[EXTRACTED RECORDS — start]

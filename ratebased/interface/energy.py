"""Energy flux through one film, conduction with the high-flux (Ackermann) factor, and its derivatives.

In a film E = q + sum_i N_i H_i(T) is constant. With the mean heat capacity of each component between the two
temperatures of the film, cp_i = (H_i(T_b) - H_i(T_I))/(T_b - T_I) (its limit dH_i/dT where they are equal), a = sum_i
N_i cp_i/h and B(z) = z/(e^z - 1), conduction at the bulk face is h B(a) (T_V - T_I) in the vapour and
h B(-a) (T_I - T_L) in the liquid (Ackermann 1937), and E written at the bulk face and at the interface agree for every
H(T), because B(-a) - B(a) = a.

Both temperatures take the partial molar enthalpies at the bulk composition of the film: E then is one constant along
the film, and its value at the bulk face is the one the balances of the bulk need.
"""
from __future__ import annotations

from dataclasses import dataclass

import numpy as np
from numpy.typing import NDArray

Array = NDArray[np.float64]

EQUAL_TEMPERATURES = 1e-3
"""K. Closer than this the difference quotient of H is replaced by dH/dT at the interface temperature."""


def bernoulli(z: Array) -> Array:
    """B(z) = z/(e^z - 1): 1 at zero, free of overflow."""
    z = np.asarray(z, dtype=float)
    small = np.abs(z) < 1e-4
    safe = np.where(small, 1.0, z)
    # z/(e^z - 1) = z e^-z/(1 - e^-z): the exponential never overflows
    value = np.abs(safe) / -np.expm1(-np.abs(safe)) * np.where(safe > 0, np.exp(-np.abs(safe)), 1.0)
    return np.where(small, 1.0 - z / 2.0 + z * z / 12.0, value)


def bernoulli_slope(z: Array) -> Array:
    """dB/dz: -1/2 at zero, free of overflow."""
    z = np.asarray(z, dtype=float)
    small = np.abs(z) < 1e-2
    safe = np.where(small, 1.0, z)
    e = np.exp(-np.abs(safe))
    d = -np.expm1(-np.abs(safe))
    # with e = e^-|z|: (e - z e)/d - z e^2/d^2 for z > 0; by B(-z) = B(z) + z, dB/dz(-z) = -dB/dz(z) - 1
    positive = e / d - np.abs(safe) * e / (d * d)
    value = np.where(safe > 0, positive, -1.0 - positive)
    return np.where(small, -0.5 + z / 6.0 - z ** 3 / 180.0, value)


@dataclass(frozen=True)
class FilmEnergy:
    """Energy flux of one film from vapour to liquid, W/m2, (...), and what it depends on.

    E : energy flux. q_bulk, q_interface : conduction at the two faces. rate_factor : a = sum N cp/h.
    dN (..., n), dT_interface (...) : derivatives of E by the fluxes and by T_I.
    dbulk (..., n + 1) or None : by the bulk composition (column j along e_j - e_n, the last zero) and its temperature;
    dbulk_enthalpy : the part of it that is sum_i N_i dH_i, the rest belongs to q_bulk.
    """

    E: Array
    q_bulk: Array
    q_interface: Array
    rate_factor: Array
    dN: Array
    dT_interface: Array
    dbulk: Array | None
    dbulk_enthalpy: Array | None


def film_energy(N: Array, T_interface: Array, T_bulk: Array, h: Array, H_bulk: Array, H_interface: Array,
                slope_interface: Array, side: int, *, slope_bulk: Array | None = None,
                H_bulk_composition: Array | None = None, H_interface_composition: Array | None = None) -> FilmEnergy:
    """`FilmEnergy` of the vapour (side = 1) or liquid (side = -1) film.

    N (..., n); T, h (...); H_bulk, H_interface: partial molar enthalpies at the bulk composition and the two
    temperatures, J/mol, (..., n); slope_*: dH/dT there; H_*_composition: dH_i/dc_j along e_j - e_n, (..., n, n), None
    where H does not depend on composition.
    """
    jump = T_bulk - T_interface
    near = np.abs(jump) < EQUAL_TEMPERATURES
    cp = np.where(near[..., None], slope_interface, (H_bulk - H_interface) / np.where(near, 1.0, jump)[..., None])
    a = (N * cp).sum(-1) / h
    B, dB = bernoulli(side * a), bernoulli_slope(side * a)
    q = side * h * B * jump
    E = q + (N * H_bulk).sum(-1)
    dN = H_bulk + (dB * jump)[..., None] * cp
    dT_interface = -side * h * B + dB * (N * (cp - slope_interface)).sum(-1)
    dbulk = dbulk_enthalpy = None
    if slope_bulk is not None:
        dbulk_enthalpy = np.zeros((*np.shape(E), N.shape[-1] + 1))
        dbulk_enthalpy[..., -1] = (N * slope_bulk).sum(-1)
        dbulk = np.array(dbulk_enthalpy)
        dbulk[..., -1] += side * h * B + dB * (dbulk_enthalpy[..., -1] - (N * cp).sum(-1))
        if H_bulk_composition is not None and H_interface_composition is not None:
            dbulk_enthalpy[..., :-1] = (N[..., None] * H_bulk_composition).sum(-2)
            by_interface = (N[..., None] * H_interface_composition).sum(-2)
            dbulk[..., :-1] = dbulk_enthalpy[..., :-1] + dB[..., None] * (dbulk_enthalpy[..., :-1] - by_interface)
    return FilmEnergy(E, q, side * h * bernoulli(-side * a) * jump, a, dN, dT_interface, dbulk, dbulk_enthalpy)
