"""From the unknowns found to the `InterfaceFlux` handed back: state, conduction, residuals, derivatives."""
from __future__ import annotations

from collections.abc import Callable

import numpy as np
from numpy.typing import NDArray

from .blocks import InterfaceBlocks, at_rest, energies, evaluate
from .equilibrium import normalized
from .newton import solve_linear
from .paths import Found
from .problem import InterfaceProblem
from .records import FilmState, InterfaceDerivatives, InterfaceFlux, InterfaceStatus

Array = NDArray[np.float64]

RESIDUAL_LIMIT = 1e-7
"""Scaled residual above which a converged iterate is not believed."""


def answer(problem: InterfaceProblem, found: Found, derivatives: bool, batch: tuple[int, ...],
           names: tuple[str, ...]) -> tuple[InterfaceFlux, Array]:
    """The result in the caller's batch shape, and the largest Ackermann exponent of the two films, (...)."""
    n, B = problem.n, len(problem.y)
    status = found.status.copy()
    solved = status <= InterfaceStatus.OTHER_BRANCH
    z = np.where(solved[:, None], found.z, at_rest(problem, problem.T_L))
    y_I, residual, size = found.y.copy(), found.residual.copy(), found.size.copy()
    blocks = None
    index = np.arange(B) if derivatives else np.flatnonzero(~found.shot)
    if derivatives or len(index):
        part = problem if len(index) == B else problem.take(index)
        blocks = evaluate(part, z[index], y_I[index], derivatives)
        y_I[index], residual[index] = blocks.y_I, np.abs(blocks.residual).max(-1) / blocks.terms
        size[index] = blocks.size
    x_I = np.where(problem.condensable, z[:, n:2 * n], 0.0)
    T_I = z[:, 2 * n]
    _judge(problem, found, status, residual, x_I, T_I)
    solved = status <= InterfaceStatus.OTHER_BRANCH

    def shaped(value: Array, *core: int) -> Array:
        if not solved.all():
            value = np.where(solved.reshape(-1, *[1] * len(core)), value, np.nan)
        return np.broadcast_to(value, (B, *core)).reshape((*batch, *core))

    N = np.where(problem.ordinary, z[:, :n], 0.0)
    x_I, y_I = np.maximum(x_I, 0.0), np.maximum(y_I, 0.0)
    vapor, liquid = energies(problem, N, T_I, False)
    terms = np.einsum("mi,mi->m", np.abs(N), np.abs(problem.H_V) + np.abs(problem.H_L)) + np.abs(vapor.q_bulk) \
        + np.abs(liquid.q_bulk)
    gap = np.abs(vapor.E - liquid.E) / np.where(terms > 0, terms, 1.0)
    K = np.asarray(problem.properties.k_value(T_I, problem.P, normalized(x_I), normalized(y_I)))
    off = np.where(problem.ordinary, np.abs(y_I - K * x_I), 0.0).max(-1)
    result = InterfaceFlux(
        N=shaped(N, n), y_I=shaped(y_I, n), x_I=shaped(x_I, n), T_I=shaped(T_I), q_vapor_bulk=shaped(vapor.q_bulk),
        q_vapor_interface=shaped(vapor.q_interface), q_liquid_interface=shaped(liquid.q_interface),
        q_liquid_bulk=shaped(liquid.q_bulk), energy_flux=shaped(vapor.E), residual=shaped(residual),
        equilibrium_residual=shaped(off), energy_residual=shaped(gap), iterations=found.iterations.reshape(batch),
        status=status.reshape(batch), size=shaped(size), u=shaped(z[:, n:2 * n], n), names=tuple(names),
        films=_films(problem, blocks, solved, batch),
        derivatives=None if blocks is None or not derivatives else _derivatives(problem, blocks, shaped))
    return result, np.maximum(np.abs(vapor.rate_factor), np.abs(liquid.rate_factor)).reshape(batch)


def _judge(problem: InterfaceProblem, found: Found, status: NDArray[np.int64], residual: Array, x_I: Array,
           T_I: Array) -> None:
    """Mark what cannot be believed: residual, unstable liquid, temperature at an end of the property range."""
    solved = status <= InterfaceStatus.OTHER_BRANCH
    status[solved & ~(residual < RESIDUAL_LIMIT)] = int(InterfaceStatus.FAILED)
    if not problem.ideal_liquid:
        # of a failed one x_I is that of the bulk
        status[~(_smallest_eigenvalue(problem, x_I, T_I) > 0)] = int(InterfaceStatus.UNSTABLE_LIQUID)
    low, high = problem.limits
    at_end = (found.z[:, -1] <= low) | (found.z[:, -1] >= high)
    status[(status == InterfaceStatus.FAILED) & at_end] = int(InterfaceStatus.OUT_OF_RANGE)


def _smallest_eigenvalue(problem: InterfaceProblem, x_I: Array, T_I: Array) -> Array:
    """Smallest real part of the eigenvalues of [Gamma] at the bulk, the interface and their mean, (B,)."""
    x_I = normalized(x_I)
    x = np.stack([problem.x, x_I, normalized(problem.x + x_I)])
    T = np.stack([problem.T_L, T_I, 0.5 * (problem.T_L + T_I)])
    gamma = np.asarray(problem.properties.thermodynamic_factor(T, problem.P, x))
    return np.asarray(np.linalg.eigvals(gamma).real.min((0, -1)))


def _films(problem: InterfaceProblem, blocks: InterfaceBlocks | None, solved: NDArray[np.bool_],
           batch: tuple[int, ...]) -> FilmState:
    n = problem.n

    def gamma(value: Array | None) -> Array | None:
        if value is None:
            return None
        return np.where(solved[:, None, None], value, np.eye(n - 1)).reshape(*batch, n - 1, n - 1)

    return FilmState(problem.y.reshape(*batch, n), problem.x.reshape(*batch, n),
                            problem.K_V.reshape(*batch, n, n), problem.K_L.reshape(*batch, n, n),
                            gamma(None if blocks is None else blocks.gamma_vapor),
                            gamma(None if blocks is None else blocks.gamma_liquid))


def _derivatives(problem: InterfaceProblem, blocks: InterfaceBlocks,
                 shaped: Callable[..., Array]) -> InterfaceDerivatives:
    """dz/dw = -(dF/dz)^-1 dF/dw, fractions as mole numbers at one mole in all."""
    n = problem.n
    if blocks.dw is None or blocks.dE_V_dw is None or blocks.dq_vapor_bulk_dw is None:
        raise ValueError("blocks without bulk derivatives")
    dz = -solve_linear(blocks.dz, blocks.dw)
    dE = blocks.dE_V_dw + (blocks.dE_V_dz[:, None, :] @ dz)[:, 0]
    dq = blocks.dq_vapor_bulk_dw + (blocks.dq_vapor_bulk_dz[:, None, :] @ dz)[:, 0]
    for slopes in (dz, dE, dq):                               # from along e_j - e_n to mole numbers
        for first, fractions, present in ((0, problem.y, problem.volatile), (n + 1, problem.x, problem.condensable)):
            part = slopes[..., first:first + n]
            weights = fractions if slopes.ndim == 2 else fractions[:, None, :]
            part -= (part * weights).sum(-1, keepdims=True)
            part[..., ~present] = 0.0
    dz[:, :n][:, ~problem.ordinary] = 0.0
    w = 2 * n + 2
    return InterfaceDerivatives(shaped(dz[:, :n], n, w), shaped(dE, w), shaped(dq, w), shaped(dz[:, 2 * n], w),
                                shaped(dz, 2 * n + 1, w))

[EXTRACTED RECORDS — finish]

__INSTRUCTIONS TO FOLLOW__. Set each line down exactly, beginning at the one containing "if blocks.dw is" and ending at the last line of the material above.

__TASK SOLUTION__.
    if blocks.dw is None or blocks.dE_V_dw is None or blocks.dq_vapor_bulk_dw is None:
        raise ValueError("blocks without bulk derivatives")
    dz = -solve_linear(blocks.dz, blocks.dw)
    dE = blocks.dE_V_dw + (blocks.dE_V_dz[:, None, :] @ dz)[:, 0]
    dq = blocks.dq_vapor_bulk_dw + (blocks.dq_vapor_bulk_dz[:, None, :] @ dz)[:, 0]
    for slopes in (dz, dE, dq):                               # from along e_j - e_n to mole numbers
        for first, fractions, present in ((0, problem.y, problem.volatile), (n + 1, problem.x, problem.condensable)):
            part = slopes[..., first:first + n]
            weights = fractions if slopes.ndim == 2 else fractions[:, None, :]
            part -= (part * weights).sum(-1, keepdims=True)
            part[..., ~present] = 0.0
    dz[:, :n][:, ~problem.ordinary] = 0.0
    w = 2 * n + 2
    return InterfaceDerivatives(shaped(dz[:, :n], n, w), shaped(dE, w), shaped(dq, w), shaped(dz[:, 2 * n], w),
                                shaped(dz, 2 * n + 1, w))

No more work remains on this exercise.